YOUR TASK |
Within the records, tally the lines that contain "stem" and reply with that number only.

[Items from a dataset]

= = = = =

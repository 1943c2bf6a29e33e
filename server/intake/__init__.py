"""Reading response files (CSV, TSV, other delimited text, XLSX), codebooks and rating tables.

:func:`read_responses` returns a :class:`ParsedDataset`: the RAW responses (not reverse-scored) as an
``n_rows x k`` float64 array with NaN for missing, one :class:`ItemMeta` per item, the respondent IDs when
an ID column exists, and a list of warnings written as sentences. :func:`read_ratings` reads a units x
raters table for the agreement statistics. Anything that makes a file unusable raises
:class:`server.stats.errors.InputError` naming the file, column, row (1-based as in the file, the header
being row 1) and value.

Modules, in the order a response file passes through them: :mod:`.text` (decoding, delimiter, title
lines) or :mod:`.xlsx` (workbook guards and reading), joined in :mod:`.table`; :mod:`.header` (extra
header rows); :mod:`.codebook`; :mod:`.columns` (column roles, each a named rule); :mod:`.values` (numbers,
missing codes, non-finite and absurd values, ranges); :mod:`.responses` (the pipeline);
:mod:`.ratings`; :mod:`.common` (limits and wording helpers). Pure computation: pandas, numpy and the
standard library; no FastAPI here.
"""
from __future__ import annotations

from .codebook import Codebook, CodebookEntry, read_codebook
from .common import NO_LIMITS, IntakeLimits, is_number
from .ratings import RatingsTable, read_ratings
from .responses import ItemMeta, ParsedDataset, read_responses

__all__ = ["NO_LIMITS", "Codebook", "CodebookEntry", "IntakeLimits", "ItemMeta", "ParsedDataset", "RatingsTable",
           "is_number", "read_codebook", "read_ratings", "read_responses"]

= = = = =

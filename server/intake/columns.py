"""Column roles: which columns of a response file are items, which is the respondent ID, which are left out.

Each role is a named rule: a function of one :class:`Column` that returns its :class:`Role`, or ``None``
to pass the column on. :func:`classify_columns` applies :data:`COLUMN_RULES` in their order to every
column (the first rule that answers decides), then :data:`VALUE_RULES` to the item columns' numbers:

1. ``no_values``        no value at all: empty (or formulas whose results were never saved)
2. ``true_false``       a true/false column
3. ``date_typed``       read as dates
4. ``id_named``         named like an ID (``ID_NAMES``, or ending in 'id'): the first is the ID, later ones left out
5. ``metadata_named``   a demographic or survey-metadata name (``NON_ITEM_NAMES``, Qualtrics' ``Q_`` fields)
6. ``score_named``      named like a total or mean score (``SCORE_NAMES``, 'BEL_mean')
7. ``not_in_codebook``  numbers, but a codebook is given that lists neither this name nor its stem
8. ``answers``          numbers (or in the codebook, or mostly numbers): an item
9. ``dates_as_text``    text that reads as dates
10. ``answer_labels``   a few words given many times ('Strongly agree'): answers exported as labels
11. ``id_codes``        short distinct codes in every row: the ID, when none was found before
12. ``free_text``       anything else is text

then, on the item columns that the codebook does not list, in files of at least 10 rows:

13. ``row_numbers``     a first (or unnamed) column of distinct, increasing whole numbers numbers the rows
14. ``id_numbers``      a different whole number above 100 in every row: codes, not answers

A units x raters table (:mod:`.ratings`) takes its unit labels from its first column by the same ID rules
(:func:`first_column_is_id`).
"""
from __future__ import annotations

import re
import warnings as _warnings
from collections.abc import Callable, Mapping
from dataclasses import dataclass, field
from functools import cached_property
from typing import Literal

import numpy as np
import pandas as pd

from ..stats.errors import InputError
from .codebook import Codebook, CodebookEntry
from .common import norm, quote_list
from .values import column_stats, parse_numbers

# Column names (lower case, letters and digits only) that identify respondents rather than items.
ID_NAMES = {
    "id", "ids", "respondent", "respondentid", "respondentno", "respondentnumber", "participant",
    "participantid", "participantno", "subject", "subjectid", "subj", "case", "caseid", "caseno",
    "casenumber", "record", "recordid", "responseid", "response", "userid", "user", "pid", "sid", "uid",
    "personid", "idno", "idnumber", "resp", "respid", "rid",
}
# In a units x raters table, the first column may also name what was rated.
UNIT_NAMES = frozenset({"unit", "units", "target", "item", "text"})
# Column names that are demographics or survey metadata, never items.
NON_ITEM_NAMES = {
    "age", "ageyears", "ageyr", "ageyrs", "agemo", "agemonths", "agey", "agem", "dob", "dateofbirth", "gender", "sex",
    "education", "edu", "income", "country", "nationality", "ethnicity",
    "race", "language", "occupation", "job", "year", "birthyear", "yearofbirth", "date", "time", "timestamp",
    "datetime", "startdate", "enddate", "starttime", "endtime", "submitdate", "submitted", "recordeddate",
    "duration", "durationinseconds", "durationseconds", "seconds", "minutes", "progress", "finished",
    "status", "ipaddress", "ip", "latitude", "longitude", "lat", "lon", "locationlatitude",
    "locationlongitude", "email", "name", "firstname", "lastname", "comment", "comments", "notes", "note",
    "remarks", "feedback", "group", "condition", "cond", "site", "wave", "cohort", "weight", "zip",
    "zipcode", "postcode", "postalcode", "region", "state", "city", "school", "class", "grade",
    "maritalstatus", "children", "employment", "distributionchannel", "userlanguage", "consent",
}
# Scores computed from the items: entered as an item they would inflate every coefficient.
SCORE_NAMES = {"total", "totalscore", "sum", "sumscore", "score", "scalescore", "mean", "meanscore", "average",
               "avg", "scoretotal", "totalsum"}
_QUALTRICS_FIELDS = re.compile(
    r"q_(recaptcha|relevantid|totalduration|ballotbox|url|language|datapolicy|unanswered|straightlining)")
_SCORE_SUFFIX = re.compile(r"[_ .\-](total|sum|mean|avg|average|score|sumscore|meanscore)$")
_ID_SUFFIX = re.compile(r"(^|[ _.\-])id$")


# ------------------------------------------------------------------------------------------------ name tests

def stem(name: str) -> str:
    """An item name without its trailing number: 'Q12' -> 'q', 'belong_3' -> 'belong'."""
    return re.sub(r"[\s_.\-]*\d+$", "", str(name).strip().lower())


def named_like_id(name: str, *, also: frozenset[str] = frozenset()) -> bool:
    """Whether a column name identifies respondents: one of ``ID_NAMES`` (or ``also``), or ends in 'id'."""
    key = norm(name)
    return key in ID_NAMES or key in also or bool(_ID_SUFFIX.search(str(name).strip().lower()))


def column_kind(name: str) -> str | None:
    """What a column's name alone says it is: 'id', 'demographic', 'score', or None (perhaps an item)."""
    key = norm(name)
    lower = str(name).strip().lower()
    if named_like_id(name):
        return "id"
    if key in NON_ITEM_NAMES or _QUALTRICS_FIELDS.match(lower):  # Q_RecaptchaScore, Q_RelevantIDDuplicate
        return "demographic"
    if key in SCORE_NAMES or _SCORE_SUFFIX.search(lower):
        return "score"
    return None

= = = = =

COMPLETED EXERCISE |
2